(Saved entries)
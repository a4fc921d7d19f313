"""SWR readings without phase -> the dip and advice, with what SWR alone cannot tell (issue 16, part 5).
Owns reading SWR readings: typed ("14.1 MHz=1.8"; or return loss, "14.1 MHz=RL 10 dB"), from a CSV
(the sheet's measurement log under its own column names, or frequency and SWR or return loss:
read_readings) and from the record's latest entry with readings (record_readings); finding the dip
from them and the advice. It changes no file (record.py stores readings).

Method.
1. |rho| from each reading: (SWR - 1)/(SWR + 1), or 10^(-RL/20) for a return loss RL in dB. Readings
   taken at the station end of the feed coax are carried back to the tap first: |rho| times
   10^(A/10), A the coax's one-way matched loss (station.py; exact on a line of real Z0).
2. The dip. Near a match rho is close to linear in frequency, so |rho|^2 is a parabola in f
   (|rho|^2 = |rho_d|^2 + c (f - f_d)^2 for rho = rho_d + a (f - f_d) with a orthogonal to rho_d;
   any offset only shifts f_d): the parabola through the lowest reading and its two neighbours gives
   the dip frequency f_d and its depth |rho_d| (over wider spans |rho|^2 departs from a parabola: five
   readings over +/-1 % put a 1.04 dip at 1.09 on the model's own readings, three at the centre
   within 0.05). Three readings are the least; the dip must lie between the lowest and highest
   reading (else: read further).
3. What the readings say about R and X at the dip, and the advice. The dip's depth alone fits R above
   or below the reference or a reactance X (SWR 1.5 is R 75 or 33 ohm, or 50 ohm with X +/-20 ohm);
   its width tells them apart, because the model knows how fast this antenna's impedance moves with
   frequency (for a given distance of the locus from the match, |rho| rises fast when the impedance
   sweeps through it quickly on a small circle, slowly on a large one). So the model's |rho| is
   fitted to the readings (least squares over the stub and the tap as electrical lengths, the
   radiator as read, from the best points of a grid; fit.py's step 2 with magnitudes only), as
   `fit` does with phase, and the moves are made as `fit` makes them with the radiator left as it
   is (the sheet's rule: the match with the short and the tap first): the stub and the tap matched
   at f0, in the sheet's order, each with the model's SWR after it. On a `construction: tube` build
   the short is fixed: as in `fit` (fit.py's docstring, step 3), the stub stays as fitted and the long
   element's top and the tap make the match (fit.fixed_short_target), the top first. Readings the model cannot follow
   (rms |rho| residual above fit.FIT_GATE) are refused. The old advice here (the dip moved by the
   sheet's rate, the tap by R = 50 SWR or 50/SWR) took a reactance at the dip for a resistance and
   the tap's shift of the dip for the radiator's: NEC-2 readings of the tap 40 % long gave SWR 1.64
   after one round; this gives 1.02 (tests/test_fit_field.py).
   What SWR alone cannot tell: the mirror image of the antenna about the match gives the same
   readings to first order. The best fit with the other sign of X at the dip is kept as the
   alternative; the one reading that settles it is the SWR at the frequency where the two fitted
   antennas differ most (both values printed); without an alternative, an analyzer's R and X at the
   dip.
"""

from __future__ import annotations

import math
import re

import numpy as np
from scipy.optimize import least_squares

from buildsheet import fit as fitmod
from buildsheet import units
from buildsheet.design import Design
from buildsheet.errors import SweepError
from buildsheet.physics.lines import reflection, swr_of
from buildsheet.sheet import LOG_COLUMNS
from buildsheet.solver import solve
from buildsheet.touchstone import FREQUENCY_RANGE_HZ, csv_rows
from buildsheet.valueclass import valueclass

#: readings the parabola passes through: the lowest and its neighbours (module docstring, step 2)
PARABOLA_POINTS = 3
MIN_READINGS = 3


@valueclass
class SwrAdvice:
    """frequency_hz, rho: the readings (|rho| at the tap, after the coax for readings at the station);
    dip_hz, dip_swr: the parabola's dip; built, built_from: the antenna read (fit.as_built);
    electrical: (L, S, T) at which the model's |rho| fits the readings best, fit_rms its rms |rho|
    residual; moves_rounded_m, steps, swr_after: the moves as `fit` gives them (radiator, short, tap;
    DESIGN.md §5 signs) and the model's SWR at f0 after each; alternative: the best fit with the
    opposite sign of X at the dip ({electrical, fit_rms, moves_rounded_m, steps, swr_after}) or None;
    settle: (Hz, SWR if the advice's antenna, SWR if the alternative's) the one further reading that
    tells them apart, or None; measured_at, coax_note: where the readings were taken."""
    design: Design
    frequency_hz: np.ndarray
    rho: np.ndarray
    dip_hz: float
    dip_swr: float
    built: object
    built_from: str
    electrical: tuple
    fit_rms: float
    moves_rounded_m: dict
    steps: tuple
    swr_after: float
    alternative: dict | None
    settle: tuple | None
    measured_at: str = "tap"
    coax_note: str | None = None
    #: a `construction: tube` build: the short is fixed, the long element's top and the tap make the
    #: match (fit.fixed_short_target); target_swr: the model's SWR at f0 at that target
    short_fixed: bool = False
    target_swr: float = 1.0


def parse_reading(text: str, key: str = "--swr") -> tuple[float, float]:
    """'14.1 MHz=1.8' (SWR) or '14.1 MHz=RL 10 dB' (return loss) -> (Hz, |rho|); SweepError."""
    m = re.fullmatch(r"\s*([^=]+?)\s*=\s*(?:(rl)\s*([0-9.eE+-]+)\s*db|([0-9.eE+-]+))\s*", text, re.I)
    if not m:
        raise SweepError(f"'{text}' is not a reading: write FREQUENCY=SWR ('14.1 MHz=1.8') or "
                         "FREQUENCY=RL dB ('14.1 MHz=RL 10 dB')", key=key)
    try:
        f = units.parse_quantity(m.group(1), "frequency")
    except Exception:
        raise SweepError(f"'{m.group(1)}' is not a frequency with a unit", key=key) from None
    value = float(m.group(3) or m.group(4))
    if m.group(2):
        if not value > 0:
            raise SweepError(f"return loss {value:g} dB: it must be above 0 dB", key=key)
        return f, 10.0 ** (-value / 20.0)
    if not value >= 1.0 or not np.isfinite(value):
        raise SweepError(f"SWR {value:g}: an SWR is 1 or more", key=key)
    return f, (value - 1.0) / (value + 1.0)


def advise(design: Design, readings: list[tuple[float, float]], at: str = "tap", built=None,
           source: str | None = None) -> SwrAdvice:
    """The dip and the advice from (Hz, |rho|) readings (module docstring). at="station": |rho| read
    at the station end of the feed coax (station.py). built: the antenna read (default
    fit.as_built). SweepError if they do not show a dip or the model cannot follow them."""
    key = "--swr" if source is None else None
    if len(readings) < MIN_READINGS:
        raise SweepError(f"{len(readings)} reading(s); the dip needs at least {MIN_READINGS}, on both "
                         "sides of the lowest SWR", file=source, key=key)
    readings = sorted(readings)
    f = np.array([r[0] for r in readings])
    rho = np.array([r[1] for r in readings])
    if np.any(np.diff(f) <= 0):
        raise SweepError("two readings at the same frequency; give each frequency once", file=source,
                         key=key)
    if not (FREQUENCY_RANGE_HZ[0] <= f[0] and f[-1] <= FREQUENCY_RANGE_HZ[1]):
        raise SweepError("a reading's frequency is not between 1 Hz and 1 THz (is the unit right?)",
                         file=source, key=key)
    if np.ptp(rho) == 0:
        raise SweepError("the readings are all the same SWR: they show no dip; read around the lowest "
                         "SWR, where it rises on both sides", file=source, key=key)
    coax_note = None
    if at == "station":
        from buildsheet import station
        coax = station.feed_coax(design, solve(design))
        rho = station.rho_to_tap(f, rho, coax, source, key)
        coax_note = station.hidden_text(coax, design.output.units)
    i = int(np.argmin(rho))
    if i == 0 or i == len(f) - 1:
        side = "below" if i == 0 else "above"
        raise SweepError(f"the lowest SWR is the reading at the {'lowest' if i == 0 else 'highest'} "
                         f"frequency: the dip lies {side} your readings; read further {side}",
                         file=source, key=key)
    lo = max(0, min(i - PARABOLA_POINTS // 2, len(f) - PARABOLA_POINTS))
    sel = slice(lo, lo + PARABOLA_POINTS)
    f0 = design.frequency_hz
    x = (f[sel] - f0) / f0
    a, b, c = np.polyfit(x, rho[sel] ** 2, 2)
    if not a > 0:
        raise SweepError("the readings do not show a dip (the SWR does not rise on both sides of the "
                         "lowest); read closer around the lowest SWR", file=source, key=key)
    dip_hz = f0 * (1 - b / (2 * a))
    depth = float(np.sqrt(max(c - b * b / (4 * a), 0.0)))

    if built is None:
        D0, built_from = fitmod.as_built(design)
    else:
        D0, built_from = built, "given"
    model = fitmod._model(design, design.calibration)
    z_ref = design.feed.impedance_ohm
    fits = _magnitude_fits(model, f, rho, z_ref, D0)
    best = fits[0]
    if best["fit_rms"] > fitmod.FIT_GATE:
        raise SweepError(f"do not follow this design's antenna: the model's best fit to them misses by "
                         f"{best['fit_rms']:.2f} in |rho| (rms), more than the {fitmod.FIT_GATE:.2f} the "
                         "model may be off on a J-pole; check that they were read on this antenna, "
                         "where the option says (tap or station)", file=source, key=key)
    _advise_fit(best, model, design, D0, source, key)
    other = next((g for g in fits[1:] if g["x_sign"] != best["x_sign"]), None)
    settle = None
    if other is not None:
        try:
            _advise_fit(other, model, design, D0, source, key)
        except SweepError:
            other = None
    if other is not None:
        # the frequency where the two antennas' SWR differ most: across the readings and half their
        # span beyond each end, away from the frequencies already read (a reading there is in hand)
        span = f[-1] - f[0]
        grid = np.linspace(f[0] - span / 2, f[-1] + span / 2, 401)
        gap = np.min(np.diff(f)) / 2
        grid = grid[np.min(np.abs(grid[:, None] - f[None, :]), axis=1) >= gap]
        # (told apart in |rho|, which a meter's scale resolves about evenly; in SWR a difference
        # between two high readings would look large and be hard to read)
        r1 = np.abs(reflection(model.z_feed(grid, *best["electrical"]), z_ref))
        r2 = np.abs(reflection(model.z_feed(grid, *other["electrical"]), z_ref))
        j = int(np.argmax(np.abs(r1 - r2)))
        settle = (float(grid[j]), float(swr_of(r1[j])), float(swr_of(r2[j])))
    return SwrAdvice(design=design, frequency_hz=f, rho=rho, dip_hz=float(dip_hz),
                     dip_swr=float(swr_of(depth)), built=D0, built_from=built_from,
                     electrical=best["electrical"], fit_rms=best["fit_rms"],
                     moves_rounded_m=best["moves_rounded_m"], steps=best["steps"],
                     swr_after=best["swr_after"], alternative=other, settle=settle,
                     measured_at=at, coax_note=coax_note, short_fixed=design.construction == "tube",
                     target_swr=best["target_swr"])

What to work on | Look through the data above and return exactly the lines from the one that contains "from them and" to the one that contains "taken at the", inclusive, with nothing else.

Answer box |
from them and the advice. It changes no file (record.py stores readings).

Method.
1. |rho| from each reading: (SWR - 1)/(SWR + 1), or 10^(-RL/20) for a return loss RL in dB. Readings
   taken at the station end of the feed coax are carried back to the tap first: |rho| times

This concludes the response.